> _Data records_
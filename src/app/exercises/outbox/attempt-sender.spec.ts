import {type Batch} from '#shared/attempts/attempt';
import {type LogEntry} from '#sim-core/index';
import {openPersonDatabase, type PersonDatabase} from '../../platform/person-database';
import {aFailure, AttemptServer} from '../test-support/attempt-server';
import {
  aKeptAttempt,
  anAnswer,
  aPersonId,
  aWhile,
  dropDatabases,
  until,
} from '../test-support/kept-here';
import {AttemptKeeper} from './attempt-keeper';
import {AttemptSender, type SenderState} from './attempt-sender';

describe('AttemptSender', () => {
  let server: AttemptServer;
  let database: PersonDatabase;
  let keeper: AttemptKeeper;
  let sender: AttemptSender;
  let states: SenderState[];
  let unsent: number;

  beforeEach(async () => {
    server = new AttemptServer();
    database = await openPersonDatabase(aPersonId());
    keeper = new AttemptKeeper(database, server.attemptId);
    await keeper.save(aKeptAttempt(server));
    jasmine.clock().install();
    states = [];
    sender = aSender();
  });

  afterEach(async () => {
    await sender.close();
    jasmine.clock().uninstall();
    database.close();
    await dropDatabases();
  });

  function aSender(): AttemptSender {
    return new AttemptSender({
      keeper,
      post: (batch) => server.sendBatch(server.attemptId, batch),
      tick: () => 0,
      told: (state, count) => {
        states.push(state);
        unsent = count;
      },
      handedIn: () => undefined,
      random: () => 0.5, // jitter × 1
    });
  }

  async function add(...entries: LogEntry[]): Promise<void> {
    for (const entry of entries) await keeper.add(entry);
    sender.wake();
  }

  const isTold = (kind: SenderState['kind']) => () => states.at(-1)?.kind === kind;
  const numbers = (): number[] => server.entries.map(({n}) => n);

  it('sends within two seconds of the first entry that waits', async () => {
    await add(anAnswer(1));
    jasmine.clock().tick(300);
    await add(anAnswer(2)); // does not put it off

    jasmine.clock().tick(1700);
    await until(isTold('idle'));

    expect(numbers()).toEqual([1, 2]);
    expect(server.arrived.length).toBe(1);
    expect(unsent).toBe(0);
  });

  it('repeats a batch to the byte when the answer was lost', async () => {
    server.losesAnswers = true;
    await add(anAnswer(1), anAnswer(2));
    jasmine.clock().tick(2000);
    await until(isTold('waiting'));
    await add(anAnswer(3)); // may not slip into the batch that was sent

    server.losesAnswers = false;
    jasmine.clock().tick(1000);
    await until(() => numbers().length === 3);

    expect(server.arrived[1]).toBe(server.arrived[0]);
    expect(numbers()).toEqual([1, 2, 3]);
  });

  it('brings 30 entries made offline in order once it is online again', async () => {
    server.isAway = true;
    await add(anAnswer(1));
    jasmine.clock().tick(2000);
    await until(isTold('waiting'));
    for (let n = 2; n <= 30; n++) await add(anAnswer(n));
    expect(server.arrived).toEqual([]);

    server.isAway = false;
    sender.hurry(); // at once, not after its pause
    jasmine.clock().tick(1);
    await until(isTold('idle'));

    expect(numbers()).toEqual(Array.from({length: 30}, (_, place) => place + 1));
    expect(unsent).toBe(0);
  });

  it('splits what is more than 64 kB or 500 entries, one request at a time', async () => {
    for (let n = 1; n <= 600; n++) await keeper.add(anAnswer(n, 'é'.repeat(100)));
    sender.wake();
    jasmine.clock().tick(2000);
    await until(isTold('idle'));

    const sizes = server.arrived.map((body) => new TextEncoder().encode(body).length);
    expect(sizes.length).toBeGreaterThan(2);
    expect(Math.max(...sizes)).toBeLessThanOrEqual(64_000);
    expect(server.mostAtOnce).toBe(1);
    expect(numbers()).toEqual(Array.from({length: 600}, (_, place) => place + 1));

    for (let n = 601; n <= 1200; n++) await keeper.add(anAnswer(n, ''));
    sender.wake();
    jasmine.clock().tick(2000);
    await until(() => numbers().length === 1200);
    const last = server.batches.slice(-2).map(({entries}) => entries.length);
    expect(last).toEqual([500, 100]);
  });

  it('waits 1, 2, 4 … 30 seconds between tries', async () => {
    server.isAway = true;
    await add(anAnswer(1));
    jasmine.clock().tick(700);
    for (const waitS of [1, 2, 4, 8, 16, 30, 30]) {
      await until(isTold('waiting'));
      await aWhile();
      states = [];
      jasmine.clock().tick(1000 * waitS - 1);
      await aWhile();
      expect(states).withContext(`before ${waitS} s`).toEqual([]);
      jasmine.clock().tick(1);
    }
    await until(isTold('waiting'));
    await aWhile();
    server.isAway = false;
    jasmine.clock().tick(30_000);
    await until(isTold('idle'));
  });

  for (const code of ['too-fast', 'unavailable', 'internal'] as const) {
    it(`tries again after ${code}`, async () => {
      server.refusals.push(aFailure(code));
      await add(anAnswer(1));
      jasmine.clock().tick(700);
      await until(isTold('waiting'));
      await aWhile();

      jasmine.clock().tick(1000);
      await until(isTold('idle'));

      expect(numbers()).toEqual([1]);
    });
  }

  it('waits as long as the server asks for', async () => {
    server.refusals.push(aFailure('too-many-requests', {retryAfterS: 20}));
    await add(anAnswer(1));
    jasmine.clock().tick(700);
    await until(isTold('waiting'));
    await aWhile();

    jasmine.clock().tick(19_999);
    await aWhile();
    expect(numbers()).toEqual([]);

    jasmine.clock().tick(1);
    await until(isTold('idle'));
    expect(numbers()).toEqual([1]);
  });

  for (const code of [
    'writer-changed',
    'batch-differs',
    'entry-refused',
    'not-signed-in',
  ] as const) {
    it(`stops at ${code}, keeps everything, and goes on only when somebody asks`, async () => {
      const refusal = aFailure(code);
      server.refusals.push(refusal);
      await add(anAnswer(1));
      jasmine.clock().tick(700);
      await until(isTold('stopped'));
      expect(states.at(-1)).toEqual({kind: 'stopped', failure: refusal});

      await add(anAnswer(2));
      sender.hurry();
      jasmine.clock().tick(60_000);
      await aWhile();
      expect(server.arrived.length).toBe(1);
      expect((await keeper.entries()).map(({n}) => n)).toEqual([1, 2]);

      sender.sendNow();
      jasmine.clock().tick(1);
      await until(() => numbers().length === 2);
    });
  }

  it('sends again what the server lost', async () => {
    const batches: Batch[] = [];
    for (const n of [1, 2, 3]) {
      await add(anAnswer(n));
      jasmine.clock().tick(700);
      await until(() => numbers().length === n);
      await until(isTold('idle'));
    }
    batches.push(...server.batches);
    server.batches = server.batches.slice(0, 1); // restored from yesterday

    await add(anAnswer(4));
    jasmine.clock().tick(700);
    await until(async () => {
      jasmine.clock().tick(1);
      return Promise.resolve(numbers().length === 4);
    });

    expect(server.batches.slice(0, 3)).toEqual(batches);
    expect(numbers()).toEqual([1, 2, 3, 4]);
  });

  it('stops when the server wants what comes after this', async () => {
    server.refusals.push(aFailure('batch-missing', {wanted: 5}));
    await add(anAnswer(1));
    jasmine.clock().tick(700);

    await until(isTold('stopped'));

    expect(server.arrived.length).toBe(1);
    expect(await keeper.countUnsent()).toBe(1);
  });

  it('sends nothing after it was closed', async () => {
    await add(anAnswer(1));

    await sender.close();
    jasmine.clock().tick(60_000);
    await aWhile();

    expect(server.arrived).toEqual([]);
  });
});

> _Assignment_
Each record above is to be written out again, without any change.

> _Response area_
filename src/app/exercises/outbox/attempt-sender.spec.ts
import {type Batch} from '#shared/attempts/attempt';
import {type LogEntry} from '#sim-core/index';
import {openPersonDatabase, type PersonDatabase} from '../../platform/person-database';
import {aFailure, AttemptServer} from '../test-support/attempt-server';
import {
  aKeptAttempt,
  anAnswer,
  aPersonId,
  aWhile,
  dropDatabases,
  until,
} from '../test-support/kept-here';
import {AttemptKeeper} from './attempt-keeper';
import {AttemptSender, type SenderState} from './attempt-sender';

describe('AttemptSender', () => {
  let server: AttemptServer;
  let database: PersonDatabase;
  let keeper: AttemptKeeper;
  let sender: AttemptSender;
  let states: SenderState[];
  let unsent: number;

  beforeEach(async () => {
    server = new AttemptServer();
    database = await openPersonDatabase(aPersonId());
    keeper = new AttemptKeeper(database, server.attemptId);
    await keeper.save(aKeptAttempt(server));
    jasmine.clock().install();
    states = [];
    sender = aSender();
  });

  afterEach(async () => {
    await sender.close();
    jasmine.clock().uninstall();
    database.close();
    await dropDatabases();
  });

  function aSender(): AttemptSender {
    return new AttemptSender({
      keeper,
      post: (batch) => server.sendBatch(server.attemptId, batch),
      tick: () => 0,
      told: (state, count) => {
        states.push(state);
        unsent = count;
      },
      handedIn: () => undefined,
      random: () => 0.5, // jitter × 1
    });
  }

  async function add(...entries: LogEntry[]): Promise<void> {
    for (const entry of entries) await keeper.add(entry);
    sender.wake();
  }

  const isTold = (kind: SenderState['kind']) => () => states.at(-1)?.kind === kind;
  const numbers = (): number[] => server.entries.map(({n}) => n);

  it('sends within two seconds of the first entry that waits', async () => {
    await add(anAnswer(1));
    jasmine.clock().tick(300);
    await add(anAnswer(2)); // does not put it off

    jasmine.clock().tick(1700);
    await until(isTold('idle'));

    expect(numbers()).toEqual([1, 2]);
    expect(server.arrived.length).toBe(1);
    expect(unsent).toBe(0);
  });

  it('repeats a batch to the byte when the answer was lost', async () => {
    server.losesAnswers = true;
    await add(anAnswer(1), anAnswer(2));
    jasmine.clock().tick(2000);
    await until(isTold('waiting'));
    await add(anAnswer(3)); // may not slip into the batch that was sent

    server.losesAnswers = false;
    jasmine.clock().tick(1000);
    await until(() => numbers().length === 3);

    expect(server.arrived[1]).toBe(server.arrived[0]);
    expect(numbers()).toEqual([1, 2, 3]);
  });

  it('brings 30 entries made offline in order once it is online again', async () => {
    server.isAway = true;
    await add(anAnswer(1));
    jasmine.clock().tick(2000);
    await until(isTold('waiting'));
    for (let n = 2; n <= 30; n++) await add(anAnswer(n));
    expect(server.arrived).toEqual([]);

    server.isAway = false;
    sender.hurry(); // at once, not after its pause
    jasmine.clock().tick(1);
    await until(isTold('idle'));

    expect(numbers()).toEqual(Array.from({length: 30}, (_, place) => place + 1));
    expect(unsent).toBe(0);
  });

  it('splits what is more than 64 kB or 500 entries, one request at a time', async () => {
    for (let n = 1; n <= 600; n++) await keeper.add(anAnswer(n, 'é'.repeat(100)));
    sender.wake();
    jasmine.clock().tick(2000);
    await until(isTold('idle'));

    const sizes = server.arrived.map((body) => new TextEncoder().encode(body).length);
    expect(sizes.length).toBeGreaterThan(2);
    expect(Math.max(...sizes)).toBeLessThanOrEqual(64_000);
    expect(server.mostAtOnce).toBe(1);
    expect(numbers()).toEqual(Array.from({length: 600}, (_, place) => place + 1));

    for (let n = 601; n <= 1200; n++) await keeper.add(anAnswer(n, ''));
    sender.wake();
    jasmine.clock().tick(2000);
    await until(() => numbers().length === 1200);
    const last = server.batches.slice(-2).map(({entries}) => entries.length);
    expect(last).toEqual([500, 100]);
  });

  it('waits 1, 2, 4 … 30 seconds between tries', async () => {
    server.isAway = true;
    await add(anAnswer(1));
    jasmine.clock().tick(700);
    for (const waitS of [1, 2, 4, 8, 16, 30, 30]) {
      await until(isTold('waiting'));
      await aWhile();
      states = [];
      jasmine.clock().tick(1000 * waitS - 1);
      await aWhile();
      expect(states).withContext(`before ${waitS} s`).toEqual([]);
      jasmine.clock().tick(1);
    }
    await until(isTold('waiting'));
    await aWhile();
    server.isAway = false;
    jasmine.clock().tick(30_000);
    await until(isTold('idle'));
  });

  for (const code of ['too-fast', 'unavailable', 'internal'] as const) {
    it(`tries again after ${code}`, async () => {
      server.refusals.push(aFailure(code));
      await add(anAnswer(1));
      jasmine.clock().tick(700);
      await until(isTold('waiting'));
      await aWhile();

      jasmine.clock().tick(1000);
      await until(isTold('idle'));

      expect(numbers()).toEqual([1]);
    });
  }

  it('waits as long as the server asks for', async () => {
    server.refusals.push(aFailure('too-many-requests', {retryAfterS: 20}));
    await add(anAnswer(1));
    jasmine.clock().tick(700);
    await until(isTold('waiting'));
    await aWhile();

    jasmine.clock().tick(19_999);
    await aWhile();
    expect(numbers()).toEqual([]);

    jasmine.clock().tick(1);
    await until(isTold('idle'));
    expect(numbers()).toEqual([1]);
  });

  for (const code of [
    'writer-changed',
    'batch-differs',
    'entry-refused',
    'not-signed-in',
  ] as const) {
    it(`stops at ${code}, keeps everything, and goes on only when somebody asks`, async () => {
      const refusal = aFailure(code);
      server.refusals.push(refusal);
      await add(anAnswer(1));
      jasmine.clock().tick(700);
      await until(isTold('stopped'));
      expect(states.at(-1)).toEqual({kind: 'stopped', failure: refusal});

      await add(anAnswer(2));
      sender.hurry();
      jasmine.clock().tick(60_000);
      await aWhile();
      expect(server.arrived.length).toBe(1);
      expect((await keeper.entries()).map(({n}) => n)).toEqual([1, 2]);

      sender.sendNow();
      jasmine.clock().tick(1);
      await until(() => numbers().length === 2);
    });
  }

  it('sends again what the server lost', async () => {
    const batches: Batch[] = [];
    for (const n of [1, 2, 3]) {
      await add(anAnswer(n));
      jasmine.clock().tick(700);
      await until(() => numbers().length === n);
      await until(isTold('idle'));
    }
    batches.push(...server.batches);
    server.batches = server.batches.slice(0, 1); // restored from yesterday

    await add(anAnswer(4));
    jasmine.clock().tick(700);
    await until(async () => {
      jasmine.clock().tick(1);
      return Promise.resolve(numbers().length === 4);
    });

    expect(server.batches.slice(0, 3)).toEqual(batches);
    expect(numbers()).toEqual([1, 2, 3, 4]);
  });

  it('stops when the server wants what comes after this', async () => {
    server.refusals.push(aFailure('batch-missing', {wanted: 5}));
    await add(anAnswer(1));
    jasmine.clock().tick(700);

    await until(isTold('stopped'));

    expect(server.arrived.length).toBe(1);
    expect(await keeper.countUnsent()).toBe(1);
  });

  it('sends nothing after it was closed', async () => {
    await add(anAnswer(1));

    await sender.close();
    jasmine.clock().tick(60_000);
    await aWhile();

    expect(server.arrived).toEqual([]);
  });
});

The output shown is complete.